Housing Lab Welcomes Five Ventures to Fourth Annual Cohort
Oakland, CA - Terner Housing Innovation Labs announced today the fourth cohort of entrepreneurs admitted to its housing accelerator. The focus of the accelerator is to seed and grow ventures making homes and communities more affordable, accessible, and sustainable. The ventures selected for the 2023 Housing Lab Cohort are A New Way of Life Reentry Project, CredEvolv, Housing Connector, Kit Switch, and Revalue.io.
The five ventures will each receive $75,000 of seed funding and six months of intensive coaching and technical assistance to support their work. This year’s cohort, selected from more than 100 applicants, represents some of the most promising models to respond to the nation’s affordability crisis. The cohort members address racial inequity in access to stable housing and center sustainability and justice in the construction and renovation of housing.
The United States is experiencing spikes in every facet of the housing crisis, from homelessness to rental rates to home prices.

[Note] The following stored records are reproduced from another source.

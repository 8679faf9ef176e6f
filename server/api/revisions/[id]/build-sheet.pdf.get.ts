import { buildSheetFileName, buildSheetQuerySchema } from '../../../services/build-sheet'

export default defineEventHandler(async (event) => {
  const member = await requireAction(event, 'design:view')
  const query = queryWith(event, buildSheetQuerySchema)
  const revision = await exportRevision(event, member)
  return sendExport(event, { kind: 'build-sheet', revision, query, font: await templateFont() }, `member:${member.userId}`, 'application/pdf', buildSheetFileName(revision))
})
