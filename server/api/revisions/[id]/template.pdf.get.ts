import { fileName, templatePdf, templateQuerySchema } from '../../../services/exports'

export default defineEventHandler(async (event) => {
  const member = await requireAction(event, 'design:view')
  const query = queryWith(event, templateQuerySchema)
  const { revision, plate } = await revisionPlate(event, member)
  const pdf = await templatePdf(plate, revision, query, await templateFont())
  return sendFile(event, pdf, 'application/pdf', fileName(revision, 'pdf', query.layer))
})
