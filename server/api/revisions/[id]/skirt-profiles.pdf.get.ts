import { skirtProfilesFileName, skirtProfilesPdf, skirtProfilesQuerySchema } from '../../../services/skirt'

export default defineEventHandler(async (event) => {
  const member = await requireAction(event, 'design:view')
  const query = queryWith(event, skirtProfilesQuerySchema)
  const { revision, plate } = await revisionPlate(event, member)
  const pdf = await skirtProfilesPdf(plate, revision, query, await templateFont())
  return sendFile(event, pdf, 'application/pdf', skirtProfilesFileName(revision))
})
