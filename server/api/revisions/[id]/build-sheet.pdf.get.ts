import { buildSheet, buildSheetQuerySchema } from '../../../services/build-sheet'

export default defineEventHandler(async (event) => {
  const member = await requireAction(event, 'design:view')
  const query = queryWith(event, buildSheetQuerySchema)
  const sheet = await buildSheet(useDb(), member.shopId, routeId(event), query, await templateFont())
  return sendFile(event, sheet.pdf, 'application/pdf', sheet.fileName)
})
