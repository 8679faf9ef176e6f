import { skirtProfilesFileName, skirtProfilesQuerySchema } from '../../../services/skirt'

export default defineEventHandler(async (event) => {
  const member = await requireAction(event, 'design:view')
  const query = queryWith(event, skirtProfilesQuerySchema)
  const revision = await exportRevision(event, member)
  return sendExport(event, { kind: 'skirt-profiles', revision, query, font: await templateFont() }, `member:${member.userId}`, 'application/pdf', skirtProfilesFileName(revision))
})
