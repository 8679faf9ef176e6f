import { addComment, commentInputSchema } from '../../../services/revision-comments'

// Every role may comment: a builder's note on what they found is what the designer needs.
export default defineEventHandler(async (event) => {
  const member = await requireAction(event, 'revision:comment')
  const revisionId = routeId(event)
  const input = await readBodyWith(event, commentInputSchema)
  const comment = await addComment(useDb(), member, revisionId, input.body)
  if (!comment) throw notFound('That revision')
  setResponseStatus(event, 201)
  return comment
})
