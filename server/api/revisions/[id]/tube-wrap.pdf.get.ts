import { fileName, tubeWrapQuerySchema } from '../../../services/exports'

export default defineEventHandler(async (event) => {
  const member = await requireAction(event, 'design:view')
  const query = queryWith(event, tubeWrapQuerySchema)
  const revision = await exportRevision(event, member)
  return sendExport(event, { kind: 'tube-wrap', revision, query, font: await templateFont() }, `member:${member.userId}`, 'application/pdf', fileName(revision, 'pdf').replace(/\.pdf$/, '-tube-wrap.pdf'))
})
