import { fileName, cutSvg, cutQuerySchema } from '../../../services/exports'

export default defineEventHandler(async (event) => {
  const member = await requireAction(event, 'design:view')
  const query = queryWith(event, cutQuerySchema)
  const { revision, plate } = await revisionPlate(event, member)
  return sendFile(event, cutSvg(plate, query), 'image/svg+xml', fileName(revision, 'svg', query.layer))
})
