import { listShares } from '../../../services/shares'

export default defineEventHandler(async (event) => {
  const member = await requireAction(event, 'design:share')
  const list = await listShares(useDb(), member.shopId, routeId(event))
  if (!list) throw notFound('That revision')
  return list
})
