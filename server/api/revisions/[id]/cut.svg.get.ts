import { fileName, cutQuerySchema } from '../../../services/exports'

export default defineEventHandler(async (event) => {
  const member = await requireAction(event, 'design:view')
  const query = queryWith(event, cutQuerySchema)
  const revision = await exportRevision(event, member)
  return sendExport(event, { kind: 'cut-svg', revision, query }, `member:${member.userId}`, 'image/svg+xml', fileName(revision, 'svg', query.layer))
})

The Housing Lab searches for solutions that can support system-wide change. “When housing news is so often demoralizing, the Housing Lab brings sparks of hope,” said Terner Housing Innovations Lab CEO Ben Metcalf. “In the accelerator, a rare blend of housing innovators bring lived experience, advocacy, and tenure in the public and private sector to tackle bottlenecks in housing systems that can have an outsized impact on entrenched problems.”
As part of a three-year collaboration between the Housing Lab and the Wells Fargo Foundation, the 2023 cohort continues a focus on furthering organizations and businesses that support sustainability and resiliency through housing construction, including innovations in carbon reduction and energy efficiency.
Founded four years ago, The Housing Lab has previously worked with 17 ventures, nearly two-thirds of which have been led by people of color. Past ventures have gone on to raise over $400 million and improve outcomes for more than 50,000 people looking to find housing, pay a mortgage, or build credit. The Housing Lab is unique among accelerator programs in that it works with a variety of organizations and models—including housing developers, nonprofits, venture-backed companies, and programs of existing organizations—all of which have thrived after participating in the program.
Additional information on the five ventures selected for the 2023 Cohort
- A New Way of Life Reentry Project (Los Angeles, CA) - Facilitates the reentry of formerly incarcerated women by providing housing and services through their Sisterhood Alliance for Freedom and Equality (SAFE) Housing Network. The network has developed 41 SAFE homes across 18 U.S. states and three sites in Africa.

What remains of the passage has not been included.